--- Stored data ---

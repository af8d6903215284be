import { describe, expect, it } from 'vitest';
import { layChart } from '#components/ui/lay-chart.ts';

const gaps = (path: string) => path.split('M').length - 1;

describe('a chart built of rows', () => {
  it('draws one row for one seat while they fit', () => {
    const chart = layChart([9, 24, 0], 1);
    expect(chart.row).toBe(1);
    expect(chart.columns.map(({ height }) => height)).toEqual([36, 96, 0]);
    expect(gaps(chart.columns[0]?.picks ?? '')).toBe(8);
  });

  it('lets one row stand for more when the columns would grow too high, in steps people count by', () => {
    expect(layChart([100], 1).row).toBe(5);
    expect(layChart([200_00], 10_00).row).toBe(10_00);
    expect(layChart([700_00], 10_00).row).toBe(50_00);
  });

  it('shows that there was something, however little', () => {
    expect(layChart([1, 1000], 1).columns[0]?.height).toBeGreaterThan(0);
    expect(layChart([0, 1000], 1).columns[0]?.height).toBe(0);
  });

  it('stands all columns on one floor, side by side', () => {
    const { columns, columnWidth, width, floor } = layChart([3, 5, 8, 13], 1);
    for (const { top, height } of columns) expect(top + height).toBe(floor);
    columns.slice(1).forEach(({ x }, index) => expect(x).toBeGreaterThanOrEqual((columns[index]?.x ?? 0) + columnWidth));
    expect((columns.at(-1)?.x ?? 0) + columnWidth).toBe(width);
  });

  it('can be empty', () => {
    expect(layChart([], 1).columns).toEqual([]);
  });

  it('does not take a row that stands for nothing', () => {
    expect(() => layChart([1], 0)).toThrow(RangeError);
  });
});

* * *

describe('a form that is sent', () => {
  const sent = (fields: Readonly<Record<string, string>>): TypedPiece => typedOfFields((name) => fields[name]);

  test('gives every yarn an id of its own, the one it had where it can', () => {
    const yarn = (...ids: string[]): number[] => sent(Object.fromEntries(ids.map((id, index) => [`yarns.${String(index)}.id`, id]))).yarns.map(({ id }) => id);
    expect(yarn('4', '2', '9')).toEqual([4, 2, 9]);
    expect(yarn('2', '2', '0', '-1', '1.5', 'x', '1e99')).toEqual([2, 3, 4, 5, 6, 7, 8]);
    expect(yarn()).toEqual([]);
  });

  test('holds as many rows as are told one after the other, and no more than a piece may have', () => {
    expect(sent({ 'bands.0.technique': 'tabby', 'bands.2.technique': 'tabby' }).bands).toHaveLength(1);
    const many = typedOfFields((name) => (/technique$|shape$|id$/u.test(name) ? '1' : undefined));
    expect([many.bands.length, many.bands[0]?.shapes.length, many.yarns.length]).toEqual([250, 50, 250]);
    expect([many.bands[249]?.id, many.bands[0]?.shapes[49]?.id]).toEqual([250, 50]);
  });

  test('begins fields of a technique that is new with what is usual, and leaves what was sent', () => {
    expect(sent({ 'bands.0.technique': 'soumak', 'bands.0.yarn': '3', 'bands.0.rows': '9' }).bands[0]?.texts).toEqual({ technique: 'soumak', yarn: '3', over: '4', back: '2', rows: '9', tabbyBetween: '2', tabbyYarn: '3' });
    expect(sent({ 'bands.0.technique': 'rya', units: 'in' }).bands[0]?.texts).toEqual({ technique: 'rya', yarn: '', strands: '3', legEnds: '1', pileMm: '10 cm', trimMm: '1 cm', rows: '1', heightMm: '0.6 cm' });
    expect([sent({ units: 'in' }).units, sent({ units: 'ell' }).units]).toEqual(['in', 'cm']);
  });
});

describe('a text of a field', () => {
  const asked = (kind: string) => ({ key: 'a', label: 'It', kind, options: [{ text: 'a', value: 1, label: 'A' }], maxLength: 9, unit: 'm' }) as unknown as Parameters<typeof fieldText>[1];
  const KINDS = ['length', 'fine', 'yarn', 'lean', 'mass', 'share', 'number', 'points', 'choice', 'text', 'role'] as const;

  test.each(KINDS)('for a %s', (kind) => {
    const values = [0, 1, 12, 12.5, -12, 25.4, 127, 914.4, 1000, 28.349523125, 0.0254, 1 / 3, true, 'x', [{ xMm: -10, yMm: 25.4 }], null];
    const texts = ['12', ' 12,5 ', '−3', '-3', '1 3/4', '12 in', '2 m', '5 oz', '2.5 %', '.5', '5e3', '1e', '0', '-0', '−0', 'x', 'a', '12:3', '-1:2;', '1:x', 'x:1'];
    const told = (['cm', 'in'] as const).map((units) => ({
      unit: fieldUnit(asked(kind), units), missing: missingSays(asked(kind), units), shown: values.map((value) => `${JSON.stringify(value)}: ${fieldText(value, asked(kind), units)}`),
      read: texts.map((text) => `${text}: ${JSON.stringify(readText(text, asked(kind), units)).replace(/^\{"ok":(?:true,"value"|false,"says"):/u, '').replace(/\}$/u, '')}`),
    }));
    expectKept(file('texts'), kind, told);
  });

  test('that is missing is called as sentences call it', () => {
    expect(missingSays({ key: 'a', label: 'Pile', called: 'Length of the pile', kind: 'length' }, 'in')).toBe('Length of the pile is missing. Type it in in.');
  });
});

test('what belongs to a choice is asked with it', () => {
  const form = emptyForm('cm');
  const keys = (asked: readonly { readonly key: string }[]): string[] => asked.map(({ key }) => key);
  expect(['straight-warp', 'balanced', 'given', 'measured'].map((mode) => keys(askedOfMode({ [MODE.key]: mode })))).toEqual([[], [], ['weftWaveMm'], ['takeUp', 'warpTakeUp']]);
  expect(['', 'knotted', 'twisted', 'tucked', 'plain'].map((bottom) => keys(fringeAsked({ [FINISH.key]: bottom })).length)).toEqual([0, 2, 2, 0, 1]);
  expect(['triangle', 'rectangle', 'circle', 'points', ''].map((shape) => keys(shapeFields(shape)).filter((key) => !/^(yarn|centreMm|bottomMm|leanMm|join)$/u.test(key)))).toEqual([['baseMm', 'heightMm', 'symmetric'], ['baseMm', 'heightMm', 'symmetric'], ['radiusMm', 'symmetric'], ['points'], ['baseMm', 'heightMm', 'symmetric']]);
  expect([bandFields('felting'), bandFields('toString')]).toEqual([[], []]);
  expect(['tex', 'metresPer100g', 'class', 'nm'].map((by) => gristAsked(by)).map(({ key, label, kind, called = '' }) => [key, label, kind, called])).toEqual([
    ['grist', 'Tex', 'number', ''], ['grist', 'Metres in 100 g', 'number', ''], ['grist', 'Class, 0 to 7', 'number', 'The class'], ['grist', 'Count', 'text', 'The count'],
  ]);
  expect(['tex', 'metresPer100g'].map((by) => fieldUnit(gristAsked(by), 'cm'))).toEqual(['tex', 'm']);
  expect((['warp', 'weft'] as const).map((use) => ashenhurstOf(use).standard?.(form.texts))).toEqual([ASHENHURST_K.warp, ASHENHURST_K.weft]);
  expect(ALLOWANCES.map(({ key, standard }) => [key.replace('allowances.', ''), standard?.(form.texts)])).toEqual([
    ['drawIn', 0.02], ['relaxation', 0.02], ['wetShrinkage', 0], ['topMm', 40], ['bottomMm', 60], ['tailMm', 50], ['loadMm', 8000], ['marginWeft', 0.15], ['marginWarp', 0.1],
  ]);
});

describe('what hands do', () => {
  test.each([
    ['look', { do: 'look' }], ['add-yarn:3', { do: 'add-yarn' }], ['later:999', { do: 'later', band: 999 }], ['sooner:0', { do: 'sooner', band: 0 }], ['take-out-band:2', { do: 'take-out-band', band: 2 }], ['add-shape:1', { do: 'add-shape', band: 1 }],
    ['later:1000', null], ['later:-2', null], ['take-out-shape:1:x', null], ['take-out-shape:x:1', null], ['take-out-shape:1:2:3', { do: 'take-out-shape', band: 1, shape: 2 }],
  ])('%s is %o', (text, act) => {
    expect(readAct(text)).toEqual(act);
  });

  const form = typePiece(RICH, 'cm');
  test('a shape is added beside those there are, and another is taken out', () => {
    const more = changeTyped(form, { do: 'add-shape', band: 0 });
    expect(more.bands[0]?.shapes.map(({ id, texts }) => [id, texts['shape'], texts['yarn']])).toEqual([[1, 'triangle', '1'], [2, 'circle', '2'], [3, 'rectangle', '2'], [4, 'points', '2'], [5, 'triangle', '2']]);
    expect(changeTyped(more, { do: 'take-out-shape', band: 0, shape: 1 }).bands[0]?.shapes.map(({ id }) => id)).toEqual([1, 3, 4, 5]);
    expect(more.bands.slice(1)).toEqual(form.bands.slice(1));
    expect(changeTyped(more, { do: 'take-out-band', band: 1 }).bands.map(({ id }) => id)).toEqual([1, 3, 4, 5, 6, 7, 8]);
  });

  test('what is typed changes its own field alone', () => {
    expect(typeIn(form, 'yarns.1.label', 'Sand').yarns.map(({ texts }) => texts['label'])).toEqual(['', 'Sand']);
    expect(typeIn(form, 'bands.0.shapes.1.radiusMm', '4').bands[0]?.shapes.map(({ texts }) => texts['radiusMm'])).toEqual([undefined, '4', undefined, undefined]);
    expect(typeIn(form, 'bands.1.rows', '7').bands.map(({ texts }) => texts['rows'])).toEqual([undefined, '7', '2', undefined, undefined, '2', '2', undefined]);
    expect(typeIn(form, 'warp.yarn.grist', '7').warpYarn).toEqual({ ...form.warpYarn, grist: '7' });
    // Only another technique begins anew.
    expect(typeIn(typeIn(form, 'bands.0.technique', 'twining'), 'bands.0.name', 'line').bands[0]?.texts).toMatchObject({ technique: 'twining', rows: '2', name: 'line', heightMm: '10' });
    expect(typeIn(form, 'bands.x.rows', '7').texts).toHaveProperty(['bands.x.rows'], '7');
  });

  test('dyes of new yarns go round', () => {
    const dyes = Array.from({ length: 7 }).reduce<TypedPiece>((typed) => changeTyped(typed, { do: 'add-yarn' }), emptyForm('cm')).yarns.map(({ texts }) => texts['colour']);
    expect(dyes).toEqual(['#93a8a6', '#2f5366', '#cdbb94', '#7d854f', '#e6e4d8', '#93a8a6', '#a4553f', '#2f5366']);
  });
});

--- What to do ---
An exact copy of the lines above, from the one containing "repository af8d6903215284be" through the one containing "expect(layChart([200_00], 10_00).row).toBe(10_00);", is the whole of the answer.

--- Solution for this problem ---
repository af8d6903215284be
import { describe, expect, it } from 'vitest';
import { layChart } from '#components/ui/lay-chart.ts';

const gaps = (path: string) => path.split('M').length - 1;

describe('a chart built of rows', () => {
  it('draws one row for one seat while they fit', () => {
    const chart = layChart([9, 24, 0], 1);
    expect(chart.row).toBe(1);
    expect(chart.columns.map(({ height }) => height)).toEqual([36, 96, 0]);
    expect(gaps(chart.columns[0]?.picks ?? '')).toBe(8);
  });

  it('lets one row stand for more when the columns would grow too high, in steps people count by', () => {
    expect(layChart([100], 1).row).toBe(5);
    expect(layChart([200_00], 10_00).row).toBe(10_00);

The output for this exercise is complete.